(599f) Parallel Cyclic Reduction Decomposition for Dynamic Optimization Problems | AIChE

(599f) Parallel Cyclic Reduction Decomposition for Dynamic Optimization Problems

Authors 

Eason, J. P. - Presenter, Carnegie Mellon University
Wan, W., Carnegie Mellon Univeristy
Biegler, L., Carnegie Mellon University
Nicholson, B., Sandia National Laboratories
Direct transcription of dynamic optimization problems, with differential-algebraic equations discretized and written as algebraic constraints, can create very large nonlinear optimization problems. When this discretized optimization problem is solved with an NLP solver, such as IPOPT, the dominant computational cost often lies in solving the linear system that generates Newton steps for the KKT system. Computational cost and memory constraints for this linear system solution raise many challenges as the system size increases. On the other hand, the linear KKT system for our dynamic optimization problem is sparse and structured, and can be permuted to form a block tridiagonal matrix. This study explores a parallel decomposition strategy for block tridiagonal systems that is based on cyclic reduction (CR) factorization of the KKT matrix. The classical CR method has good observed performance, but its numerical stability properties are unproved for our KKT system. Alternately, Yalamov and Pavlov proposed a modified, full-space CR algorithm with proven stability bounds. Here we compare the performance of both methods on random test matrices. Stable behavior is observed in both cases, and the classical CR method has lower computational cost.
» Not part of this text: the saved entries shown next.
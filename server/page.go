package server

import (
	"bytes"
	"embed"
	"fmt"
	"html/template"
	"io/fs"
	"path"
	"strings"

	"tripwell/static"
)

// Pages lie here and not under static, so that a template can never be downloaded.
//
//go:embed pages/*.html
var pageFiles embed.FS

// pages holds every page's template, each with the layout and the part_*.html files.
type pages struct{ byName map[string]*template.Template }

// newPages parses all pages once. asset gives the address of a file of static by its name.
func newPages(words *static.Words, asset func(name string) string) (*pages, error) {
	funcs := template.FuncMap{"asset": asset, "say": words.Say}
	base, err := template.New("layout").Funcs(funcs).ParseFS(pageFiles, "pages/layout.html", "pages/part_*.html")
	if err != nil {
		return nil, fmt.Errorf("pages: %w", err)
	}
	names, err := fs.Glob(pageFiles, "pages/*.html")
	if err != nil {
		return nil, fmt.Errorf("pages: %w", err)
	}
	p := &pages{byName: map[string]*template.Template{}}
	for _, file := range names {
		name := strings.TrimSuffix(path.Base(file), ".html")
		if name == "layout" || strings.HasPrefix(name, "part_") {
			continue
		}
		t, err := base.Clone()
		if err != nil {
			return nil, fmt.Errorf("page %s: %w", name, err)
		}
		if p.byName[name], err = t.ParseFS(pageFiles, file); err != nil {
			return nil, fmt.Errorf("page %s: %w", name, err)
		}
	}
	return p, nil
}

// render gives the whole page as bytes, so that nothing of it is sent when a part of it fails. data is the page's
// struct, which embeds onPage.
func (p *pages) render(name string, data any) ([]byte, error) {
	t, ok := p.byName[name]
	if !ok {
		return nil, fmt.Errorf("page %s: no such template", name)
	}
	var b bytes.Buffer
	if err := t.ExecuteTemplate(&b, "layout", data); err != nil {
		return nil, fmt.Errorf("page %s: %w", name, err)
	}
	return b.Bytes(), nil
}

// onPage is embedded in every page's struct: what the layout shows around the page itself.
type onPage struct{ Mast mast }

// mast is the head of a page. Title is the window's; Who is empty for somebody who has not signed in.
type mast struct {
	Title, Who, Today string
	Demo              bool
	Nav               []link
}

// link is a link with its text; Here marks the one that leads to the present page, or the main one of several.
type link struct {
	Href, Text string
	Here       bool
}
This result is explained by analyzing the complexity of both methods. Finally, we discuss modifications to the CR decomposition that improve performance, and we apply the approach to four industrially relevant case studies. These include a moving horizon estimation of a CSTR, nonlinear model predictive control of a CSTR, grade transition for a polymerization process, and nonlinear model predictive control of a bubbling fluidized bed reactor. The latter problem is discretized in both space and time, resulting in up to 250000 variables and constraints. On this problem, a parallel speedup of a factor of four is observed when using eight processors.